Une nouvelle approche de la territorialisation de l’activité scolaire s’avère nécessaire au regard de deux évolutions majeures. Tout d’abord, depuis une vingtaine d’années, les évolutions territoriales et démographiques (périurbanisation, rurbanisation, explosion des navettes…) induisent des changements dans l’organisation des territoires scolaires, où des espaces en croissance démographique deviennent vite sous-équipés en établissements scolaires. Ensuite, les transferts de compétences de l’État aux collectivités locales amènent, par exemple, les Conseils généraux à gérer la carte scolaire des collèges (depuis le 1er janvier 2005). Dès lors, la dimension «d’aménagement du territoire» est davantage intégrée dans la gestion des processus scolaires. Ainsi, de nouveaux critères de sectorisation apparaissent, et le concept de territoire scolaire y occupe une position centrale. On prend davantage en compte les déplacements vers les collèges, les contours des bassins de vie, les volumes de population, la répartition des catégories sociales, l’émergence de nouveaux foyers de population…

1. La zone d’étude: le bassin de formation de Gap

Ces changements démographiques et institutionnels conduisent ainsi à réfléchir à la territorialisation de la politique scolaire (Giband, Holz, 2001) et à tenter de comprendre comment fonctionne le territoire scolaire. Les décideurs ont besoin d’outils d’analyse territoriale, comme la carte, afin de répondre à ces nouvelles interrogations. Dans ces conditions, la carte permet, à la fois, de diagnostiquer des dysfonctionnements au sein du bassin de formation, de communiquer entre acteurs, de modifier des représentations de l’espace, et de construire des scénarios d’aménagement pour l’avenir. Tel est le cas pour une recherche effectuée sur le bassin de formation de Gap (1) où une forte croissance démographique en milieu périurbain appelle la création de nouveaux collèges (carte 1).

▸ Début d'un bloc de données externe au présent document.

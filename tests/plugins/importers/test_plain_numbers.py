"""The fast route for plates of plain numbers gives the very same block as the careful cell-by-cell route."""

from __future__ import annotations

import numpy as np
import pytest

from plugins.importers import readers
from plugins.importers.readers import read_table


def _plate_text(cells: list[list[str]]) -> bytes:
    head = "time (s),temp (C),A1,A2,B1\n"
    return (head + "".join(",".join(r) + "\n" for r in cells)).encode()


CASES = {
    "plain": [["0", "25.0", "0.1", "0.2", "0.3"], ["30", "25.1", "0.11", "0.21", "0.31"]],
    "spellings": [["0", "25", " 1e-05", "+2.5", "-0"], ["30", "25", "1E+3", ".5", "7."]],
    "nan text": [["0", "25", "nan", "0.2", "0.3"], ["30", "25", "0.1", "NaN", "0.3"]],
    "overflow token": [["0", "25", "OVER", "0.2", "0.3"], ["30", "25", "0.1", "0.2", ">3.5"]],
}


@pytest.mark.parametrize("name", sorted(CASES))
def test_fast_and_careful_routes_agree(name: str, monkeypatch: pytest.MonkeyPatch):
    data = _plate_text(CASES[name])
    (fast,) = read_table(data, source="p.csv")
    monkeypatch.setattr(readers, "_plain_numbers", lambda rows, columns: None)
    (careful,) = read_table(data, source="p.csv")
    assert fast.wells == careful.wells == ["A1", "A2", "B1"]
    for a, b in [(fast.time_s, careful.time_s), (fast.signal, careful.signal), (fast.saturated, careful.saturated),
                 (fast.temperature, careful.temperature)]:
        np.testing.assert_array_equal(a, b)
        assert a.dtype == b.dtype and a.shape == b.shape
    assert fast.assumptions == careful.assumptions


def test_values_are_pythons_float_of_the_text():
    """Reference: Python's float() of each cell (correctly rounded decimal to binary, IEEE 754)."""
    texts = ["0.1", "0.30000000000000004", "1e-300", "123456789.123456789", "2.5e-7"]
    data = _plate_text([["0", "25", texts[0], texts[1], texts[2]], ["30", "25", texts[3], texts[4], "1"]])
    (block,) = read_table(data, source="p.csv")
    assert block.signal[0].tolist() == [float(texts[0]), float(texts[3])]
    assert block.signal[1].tolist() == [float(texts[1]), float(texts[4])]


def test_infinite_read_still_named(monkeypatch: pytest.MonkeyPatch):
    data = _plate_text([["0", "25", "0.1", "inf", "0.3"], ["30", "25", "0.1", "0.2", "0.3"]])
    with pytest.raises(readers.InputFileError, match="'inf' is not a number"):
        read_table(data, source="p.csv")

Aires de recrutement et attractivité des collèges

Chaque collège public est rattaché à un secteur pour le recrutement de ses effectifs. Plus connu sous l’appellation de «carte scolaire», ce découpage respecte très souvent le découpage cantonal. Ainsi, les aires de recrutement des collèges du bassin de formation de Gap apparaissent assez largement conformes à cette carte scolaire. La quasi-totalité des communes comprises au sein d’un secteur de rattachement envoient «40% et plus» de leurs enfants dans le collège prévu. Cependant, il existe des différences selon le type de collège (carte 2).

2. Les aires de recrutement des collèges et leur secteur de recrutement théorique

Ainsi, un collège rural, tel celui de Saint-Bonnet, recrute très peu en dehors de son secteur «théorique». En revanche, un collège urbain a une plus large assiette spatiale. Par exemple, le collège Centre présente l’aire de recrutement la plus vaste, avec plus de 7% de ses élèves résidant hors de Gap, c’est-à-dire en dehors de son secteur «théorique» de recrutement. Le recrutement du collège privé Saint-Joseph témoigne d’une autre logique spatiale, avec une aire d’attraction très élargie, passant outre les règles de l’organisation territoriale d’un service public.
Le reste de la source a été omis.